I had a go at creating rules for two of these patterns. I tried to minimise the population that the corresponding metacells would have. In the metacell the rule is stored as a lookup table on a glider tape where each possible neighbourhood corresponds to a location on the tape and there are n gliders in that location if the metacell should go to state n. So we should try to use as few transitions as possible and try to prefer low numbered states.
Of course this is just scraping a few cells off a population of millions, but it's still satisfying.
Calcyman, do you know approximately at which point a metacell would achieve its minimum population? Presumably the population is always changing slightly as the tape runs through its snark loop. Would it be practical to run a metacell over the possible time interval in which the minimum population might be achieved in order to calculate its exact minimum population? (On the other hand we could say that we only care about bounding box rather than population, since the reverse caber-tosser gives us quadratic replicators, RROs and SMOSes with population 143. What's the minimal bounding box of the metacell? Does it depend on the rule?)

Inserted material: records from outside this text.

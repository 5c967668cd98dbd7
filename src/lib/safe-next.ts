// Where to go after signing in. Only same-site relative paths are followed, so a crafted link like
// /sign-in?next=//evil.example or ?next=https://evil.example cannot send someone off-site (open redirect).

const PROBE_ORIGIN = 'https://drabyard.invalid';
const MAX_LENGTH = 2048;

export function safeNext(raw: string | null | undefined, fallback = '/account'): string {
  if (typeof raw !== 'string' || raw.length === 0 || raw.length > MAX_LENGTH) return fallback;
  // Must be a path: one leading slash, and not '//' or '/\' (browsers read a backslash as a slash).
  if (raw[0] !== '/' || raw[1] === '/' || raw[1] === '\\') return fallback;
  // Browsers strip tabs and newlines from URLs ('/\t/evil' becomes '//evil'); refuse any control character.
  if (/[\u0000-\u001f\u007f\\]/.test(raw)) return fallback;

  let url: URL;
  try {
    url = new URL(raw, PROBE_ORIGIN);
  } catch {
    return fallback;
  }
  if (url.origin !== PROBE_ORIGIN) return fallback;
  // Going back to the sign-in page would loop.
  if (url.pathname === '/sign-in') return fallback;
  return `${url.pathname}${url.search}${url.hash}`;
}
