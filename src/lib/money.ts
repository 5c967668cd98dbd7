const formatters = new Map<string, Intl.NumberFormat>();

/** "$1,234.50" from 123450 cents. Display only: every amount is computed by the server, in integer cents. */
export function formatCents(cents: number, currency = 'USD'): string {
  let f = formatters.get(currency);
  if (!f) formatters.set(currency, (f = new Intl.NumberFormat('en-US', { style: 'currency', currency })));
  return f.format(cents / 100);
}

Quadratic replicatorCode: Select all
x = 1, y = 1, rule = MAPACAAAIAAAAAAAAAAAAAAAIAAAAAAAAAAAAAAAAAAAAAAAAAAAAAAAAAAAAAAAAAAAAAAAAAAAAAAAAAAAAAAAA
o!
I think this (or one of its rotations) is the minimum population quadratic replicator. The rule says that you become live if you have a cell to your north only, a cell to your west only, or cells to your south and east only. It only uses one state and three transitions. You need at least three transitions to produce quadratic growth, and this is the only choice of three transitions that does so (the other possibility is the rule where a cell becomes live if it has one cell to its west, north or east, but this rule sierpinskis in such a way that its population returns infinitely often to three cells, meaning I'm not sure if it counts as a quadratic replicator).
SMOS
Code: Select all
@RULE metacell-SMOS0
@TABLE
n_states:4
neighborhood:vonNeumann
symmetries:none
var a={0,1,2,3}
var b={0,1,2,3}
var c={0,1,2,3}
var d={0,1,2,3}
var e={0,1,2,3}
var f={1,2,3}
f,a,b,c,d,0
0,2,0,0,1,3
0,3,0,0,0,1
0,0,0,0,3,2
0,2,0,0,0,2
0,0,0,0,1,1
a,b,c,d,e,0
Code: Select all
x = 5, y = 5, rule = metacell-SMOS0
4.B4$A!
This is a one-cell SMOS using only five transitions. I suspect this is minimal but I can't prove it. I'm also not quite sure if this is the minimum-population way to number the states in this rule. I have the one-cell state being state 3 and the two ships being states 1 and 2, which only puts 9 gliders on the rule tape. But the metacell must store its own state somewhere. Depending on how efficient this storage is it might be better to have the one-cell state be state 1 and the other two states be 2 and 3, even though this would put 11 gliders on the tape.
RRO
This seems really tricky, I'm stumped. I can't even write down a super inefficient one using one of
2718281828's isotropic RROs, because I can't get four (or even two) of those to orbit together in the way I described above.